La segunda explicación señalaba el valor simbólico de los diferentes motivos. Éste es un caso más complicado. Pues en el arte antiguo oriental y muy especialmente en el egipcio, el valor simbólico del motivo juega en realidad un papel muy importante. Pero este hecho incontrovertible no debe llevarnos a extender su significación sobre toda la trayectoria evolutiva del ornamento vegetal. Por una parte, el valor de símbolo del motivo desaparece precisamente entre los egipcios —como ya lo hemos dicho— bajo la voluntad artística superior; por otra parte, si en realidad hubiera existido dentro de todo el círculo de cultura tal entrañable relación entre ornamento y símbolo, no se explicaría por qué cada uno de los pueblos pertenecientes a éste, no se opuso mucho más a la adopción de determinado motivo y sería totalmente inexplicable el dominio universal de ciertos motivos. Contentémonos, por lo tanto, con admitir el valor simbólico de algunos motivos como un factor considerable en la aparición de determinados ornamentos vegetales y pasemos a ocuparnos de otros factores superiores y de validez más general.

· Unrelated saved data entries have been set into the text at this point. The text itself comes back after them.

/// Write the report of `files`, then the summary line.
pub fn write_report(
    out: &mut dyn Write,
    files: &[CheckedFile],
    fail_on: Severity,
    palette: &Palette,
) -> io::Result<()> {
    for file in files {
        let path = printable(&file.path.display().to_string());
        write_header(out, file, &path, palette)?;
        if file.diagnostics.is_empty() {
            writeln!(out, "  {}", palette.quiet("nothing to report"))?;
        }
        let mut groups: Vec<(Concern, Vec<&Diagnostic>)> = Vec::new();
        for diagnostic in &file.diagnostics {
            let concern = concern_of(&file.outline, diagnostic);
            match groups.iter_mut().find(|(existing, _)| *existing == concern) {
                Some((_, members)) => members.push(diagnostic),
                None => groups.push((concern, vec![diagnostic])),
            }
        }
        groups.sort_by(|a, b| a.0.cmp(&b.0));
        for (concern, members) in groups {
            writeln!(out)?;
            writeln!(
                out,
                "  {}",
                palette.heading(&format!("on {}", printable(&concern.heading())))
            )?;
            for (index, diagnostic) in members.into_iter().enumerate() {
                if index > 0 {
                    writeln!(out)?;
                }
                write_finding(out, file, &path, diagnostic, palette)?;
            }
        }
        writeln!(out)?;
    }
    writeln!(out, "{}", summary_line(files, fail_on))
}

/// `markwell: 3 specs checked, 1 clean · error 2 · warning 1 · info 0 · hint 0 · ...`
pub fn summary_line(files: &[CheckedFile], fail_on: Severity) -> String {
    let clean = files
        .iter()
        .filter(|file| file.diagnostics.is_empty())
        .count();
    let specs = if files.len() == 1 { "spec" } else { "specs" };
    let counts: Vec<String> = [
        Severity::Error,
        Severity::Warning,
        Severity::Info,
        Severity::Hint,
    ]
    .into_iter()
    .map(|severity| format!("{} {}", severity.as_str(), count(files, severity)))
    .collect();
    let fixable = files
        .iter()
        .flat_map(|file| {
            file.diagnostics.iter().filter(move |diagnostic| {
                diagnostic
                    .fixes
                    .iter()
                    .any(|fix| applies_with_fix(file, fix))
            })
        })
        .count();
    let fails = files
        .iter()
        .flat_map(|file| &file.diagnostics)
        .any(|diagnostic| diagnostic.severity <= fail_on);
    let verdict = if fails {
        format!("fails (--fail-on {})", fail_on.as_str())
    } else {
        format!("passes (--fail-on {})", fail_on.as_str())
    };
    let mut line = format!(
        "markwell: {} {specs} checked, {clean} clean · {} · ",
        files.len(),
        counts.join(" · ")
    );
    if fixable > 0 {
        line.push_str(&format!("{fixable} fixable with --fix · "));
    }
    line.push_str(&verdict);
    line
}

#[cfg(test)]
mod tests {
    use super::*;

    const PLAIN: Palette = Palette { colour: false };

    fn lines(text: &str, start: usize, end: usize) -> Vec<(Option<usize>, String)> {
        excerpt(
            text,
            &LineColumns::new(text),
            TextRange::new(start, end),
            &PLAIN,
            Severity::Error,
        )
    }

    #[test]
    fn a_range_on_one_line_is_bracketed_and_the_indent_dropped() {
        let text = "{\n    \"mark\": \"arc\",\n}";
        let start = text.find("\"arc\"").unwrap_or(0);
        assert_eq!(
            lines(text, start, start + 5),
            vec![(Some(2), "\"mark\": ⟦\"arc\"⟧,".to_string())]
        );
        // an empty range is an empty pair of marks
        assert_eq!(
            lines(text, start, start),
            vec![(Some(2), "\"mark\": ⟦⟧\"arc\",".to_string())]
        );
    }

    #[test]
    fn a_range_over_many_lines_shows_its_first_and_last_line() {
        let text = "{\n  \"bind\": {\n    \"x\": \"a\",\n    \"y\": \"b\"\n  }\n}";
        let start = text.find("{\n    \"x\"").unwrap_or(0);
        let end = text.find("  }").unwrap_or(0) + 3;
        assert_eq!(
            lines(text, start, end),
            vec![
                (Some(2), "\"bind\": ⟦{".to_string()),
                (None, "⋮".to_string()),
                (Some(5), "}⟧".to_string()),
            ]
        );
    }

    #[test]
    fn long_lines_are_cut_around_the_range_and_control_characters_shown_harmlessly() {
        let text = format!(
            "{{\"title\": \"{}\", \"mark\": \"x\u{1b}[2J\"}}",
            "a".repeat(500)
        );
        let start = text.find("\"x").unwrap_or(0);
        let end = text.len() - 1;
        let shown = &lines(&text, start, end)[0].1;
        assert!(shown.chars().count() < 120, "{shown}");
        assert!(shown.starts_with('…'), "{shown}");
        assert!(!shown.contains('\u{1b}'), "{shown}");
        assert!(shown.contains("⟦\"x\u{fffd}[2J\"⟧"), "{shown}");
    }

    #[test]
    fn colour_is_off_by_request() {
        assert_eq!(PLAIN.severity(Severity::Warning), "warning");
        let on = Palette { colour: true };
        assert!(on.severity(Severity::Warning).starts_with("\u{1b}["));
    }
}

La mayor verosimilitud psicológica encierra, a nuestro ver, la siguiente idea, que resulta lógicamente de nuestra teoría: No la estructura vegetal, sino su ley constitutiva, fue lo que el hombre trasladó al arte. Para fines de ilustración vamos a recurrir a una comparación extrema.
Lo mismo que el estilo geométrico reproduce la ley constitutiva de la materia inanimada, pero no la materia misma en su aspecto exterior, el ornamento vegetal no reproduce originalmente la planta misma sino la ley a que está sujeta su formación exterior. Así es que ambos estilos ornamentales carecen propiamente de modelo natural, aunque sus elementos se encuentran dentro de la naturaleza. En el primer caso se emplea como motivo artístico la sujeción a la ley inorgánico-cristalina, en el segundo la sujeción a la ley orgánica, que se nos manifiesta de la manera más pura y evidente en la configuración de las plantas. Todos los elementos de la formación orgánica: regularidad, disposición en torno a un centro, compensación entre fuerzas centrífugas y fuerzas centrípetas (es decir: redondez circular), equilibrio entre los factores de carga y sostén, proporcionalidad de las relaciones y todos los otros prodigios que nos impresionan al contemplar el organismo de la planta, llegan a constituir el contenido y el valor viviente de la obra de arte ornamental. Quedó reservado a tiempos posteriores aproximar al naturalismo este estilo ornamental, que en principio no tiene mucho más que ver con el modelo natural que el estilo geométrico. El proceso consiste, pues, en que un ornamento puro, es decir, un producto abstracto, es acercado posteriormente a la naturaleza, y no en que se estiliza posteriormente un objeto natural. Esta síntesis es decisiva, pues de ella se infiere que lo prístino no es el modelo natural sino la ley abstraída de él. Lo que provocaba, gracias a la íntima relación orgánica de todas las cosas vivientes, la experiencia estética del espectador era la proyección al terreno artístico de la sujeción a la ley inherente a la estructura orgánica, y no la coincidencia con el modelo natural.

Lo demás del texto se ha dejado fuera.